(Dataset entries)
- - -

/* plan.h - a plan: the resource of every job, or -1 (rejected).
 * SPDX-License-Identifier: MIT */
#ifndef SURETY_PLAN_H
#define SURETY_PLAN_H

#include <stddef.h>

#include "surety.h"

struct surety_plan {
    size_t n;
    long *resource; /* n entries, -1 or 0..m-1 */
};

/* Relative slack of the capacity test. Capacities, hours and factors are
 * written in decimal and stored in binary, so a load that equals its
 * capacity in decimal can come out a few units in the last place above it
 * (1.35 x 11 = 14.850000000000001 > 14.85). A sum of n terms rounds by at
 * most about n x 1.1e-16 relative, so 1e-12 absorbs that for any plan of
 * up to several thousand jobs, and it is 3.6 nanoseconds in a 1000-hour
 * capacity: no load that overloads a resource by anything measurable is
 * counted as fitting. The search's own load margins (1e-9 relative,
 * SURETY_SOLVE_LOAD_TOL) are wider, so its bounds still admit every plan
 * this test admits. The MPS export writes the capacity as given; general
 * solvers accept far larger violations (about 1e-6) anyway. */
#define SURETY_CAPACITY_SLACK 1e-12

/* The one capacity test of the project: resource i holds in a scenario iff
 * hours_factor_i * (sum of the base hours of its jobs, added in ascending
 * job order) <= capacity_i * (1 + SURETY_CAPACITY_SLACK). Written as a
 * product on the left, never as sum <= capacity_i / factor_i, which rounds
 * differently; every counter (plan.c, check.c, the solver's recount, the
 * chart) uses this function. surety_plan_limit is its right-hand side, for
 * loops that test many sums against one capacity at once. */
static inline double surety_plan_limit(double capacity)
{
    return capacity * (1 + SURETY_CAPACITY_SLACK);
}

static inline int surety_plan_holds(double factor, double sum, double capacity)
{
    return factor * sum <= surety_plan_limit(capacity);
}

/* The summed cost[l] of the scenarios of `sc` in which the plan overloads
 * some resource, counted as surety_plan_count_fit counts (for the solver's
 * scenario_cost option). */
double surety_plan_fail_cost(const surety_model *model,
                             const surety_plan *plan,
                             const surety_scenarios *sc, const double *cost);

#endif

- - -

WHAT YOU SHOULD DO: Beginning at the line that holds "1e-6) anyway. */", reproduce each line of the records above down to and including the last one.

EXERCISE RESULT:
 * solvers accept far larger violations (about 1e-6) anyway. */
#define SURETY_CAPACITY_SLACK 1e-12

/* The one capacity test of the project: resource i holds in a scenario iff
 * hours_factor_i * (sum of the base hours of its jobs, added in ascending
 * job order) <= capacity_i * (1 + SURETY_CAPACITY_SLACK). Written as a
 * product on the left, never as sum <= capacity_i / factor_i, which rounds
 * differently; every counter (plan.c, check.c, the solver's recount, the
 * chart) uses this function. surety_plan_limit is its right-hand side, for
 * loops that test many sums against one capacity at once. */
static inline double surety_plan_limit(double capacity)
{
    return capacity * (1 + SURETY_CAPACITY_SLACK);
}

static inline int surety_plan_holds(double factor, double sum, double capacity)
{
    return factor * sum <= surety_plan_limit(capacity);
}

/* The summed cost[l] of the scenarios of `sc` in which the plan overloads
 * some resource, counted as surety_plan_count_fit counts (for the solver's
 * scenario_cost option). */
double surety_plan_fail_cost(const surety_model *model,
                             const surety_plan *plan,
                             const surety_scenarios *sc, const double *cost);

#endif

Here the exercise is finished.